## The data:
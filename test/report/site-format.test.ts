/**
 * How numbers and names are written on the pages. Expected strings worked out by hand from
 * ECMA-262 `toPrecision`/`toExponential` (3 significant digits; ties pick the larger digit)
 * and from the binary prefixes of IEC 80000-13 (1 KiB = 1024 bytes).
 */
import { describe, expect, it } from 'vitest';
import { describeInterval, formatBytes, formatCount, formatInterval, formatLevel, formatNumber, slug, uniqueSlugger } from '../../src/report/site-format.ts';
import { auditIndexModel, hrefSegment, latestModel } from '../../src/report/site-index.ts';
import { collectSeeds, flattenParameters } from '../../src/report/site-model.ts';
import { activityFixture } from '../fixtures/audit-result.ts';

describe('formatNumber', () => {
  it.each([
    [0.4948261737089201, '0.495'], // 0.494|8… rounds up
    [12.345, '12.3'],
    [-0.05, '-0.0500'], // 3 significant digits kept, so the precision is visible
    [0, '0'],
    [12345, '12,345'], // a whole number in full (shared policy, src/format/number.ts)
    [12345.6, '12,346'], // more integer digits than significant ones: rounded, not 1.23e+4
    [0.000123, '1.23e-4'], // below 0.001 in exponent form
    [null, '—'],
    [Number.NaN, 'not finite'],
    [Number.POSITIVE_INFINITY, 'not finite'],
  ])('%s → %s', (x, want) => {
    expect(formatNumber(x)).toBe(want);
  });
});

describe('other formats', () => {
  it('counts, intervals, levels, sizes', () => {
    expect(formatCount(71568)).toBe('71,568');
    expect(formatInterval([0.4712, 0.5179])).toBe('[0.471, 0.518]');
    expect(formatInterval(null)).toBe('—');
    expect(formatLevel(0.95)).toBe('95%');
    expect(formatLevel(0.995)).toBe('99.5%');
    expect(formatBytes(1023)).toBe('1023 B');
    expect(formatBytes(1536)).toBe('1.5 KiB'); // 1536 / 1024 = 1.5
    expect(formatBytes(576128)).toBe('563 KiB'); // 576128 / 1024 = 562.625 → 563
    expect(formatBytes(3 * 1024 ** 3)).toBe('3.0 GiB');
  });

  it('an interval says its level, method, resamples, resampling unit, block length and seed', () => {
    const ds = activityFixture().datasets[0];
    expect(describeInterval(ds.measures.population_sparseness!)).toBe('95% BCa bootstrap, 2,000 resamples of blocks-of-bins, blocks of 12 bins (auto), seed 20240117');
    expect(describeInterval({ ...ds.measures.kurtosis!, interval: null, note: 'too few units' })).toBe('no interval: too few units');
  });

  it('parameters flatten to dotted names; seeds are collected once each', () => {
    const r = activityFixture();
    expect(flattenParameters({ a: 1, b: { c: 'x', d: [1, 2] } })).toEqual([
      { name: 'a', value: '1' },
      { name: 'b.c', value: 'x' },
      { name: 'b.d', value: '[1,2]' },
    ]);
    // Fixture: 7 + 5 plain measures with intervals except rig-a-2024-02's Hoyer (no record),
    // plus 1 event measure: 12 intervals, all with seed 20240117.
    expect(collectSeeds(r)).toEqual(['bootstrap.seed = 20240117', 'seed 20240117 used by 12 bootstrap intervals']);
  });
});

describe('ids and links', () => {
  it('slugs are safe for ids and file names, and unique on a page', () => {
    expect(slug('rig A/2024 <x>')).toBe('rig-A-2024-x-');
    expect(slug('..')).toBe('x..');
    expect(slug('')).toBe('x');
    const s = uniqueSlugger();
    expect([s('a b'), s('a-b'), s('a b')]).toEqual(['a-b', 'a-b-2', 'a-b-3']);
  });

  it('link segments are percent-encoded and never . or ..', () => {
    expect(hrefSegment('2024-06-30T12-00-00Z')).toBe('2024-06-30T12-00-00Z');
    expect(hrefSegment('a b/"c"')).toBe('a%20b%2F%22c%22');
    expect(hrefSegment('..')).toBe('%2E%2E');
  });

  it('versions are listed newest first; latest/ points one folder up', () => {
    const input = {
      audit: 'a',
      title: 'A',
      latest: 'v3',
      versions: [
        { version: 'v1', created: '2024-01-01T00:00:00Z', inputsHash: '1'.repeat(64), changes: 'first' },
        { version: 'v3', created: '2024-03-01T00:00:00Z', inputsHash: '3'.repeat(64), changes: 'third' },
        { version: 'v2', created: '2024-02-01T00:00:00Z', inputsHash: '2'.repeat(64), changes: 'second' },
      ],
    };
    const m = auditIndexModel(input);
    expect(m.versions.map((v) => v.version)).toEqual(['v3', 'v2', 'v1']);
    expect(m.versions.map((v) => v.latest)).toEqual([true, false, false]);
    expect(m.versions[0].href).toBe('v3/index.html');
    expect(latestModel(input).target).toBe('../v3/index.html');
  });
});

## Goal of the exercise:
What lines in the material above contain the word "significant"? Copy them out.

## Answer:
 * ECMA-262 `toPrecision`/`toExponential` (3 significant digits; ties pick the larger digit)
    [-0.05, '-0.0500'], // 3 significant digits kept, so the precision is visible
    [12345.6, '12,346'], // more integer digits than significant ones: rounded, not 1.23e+4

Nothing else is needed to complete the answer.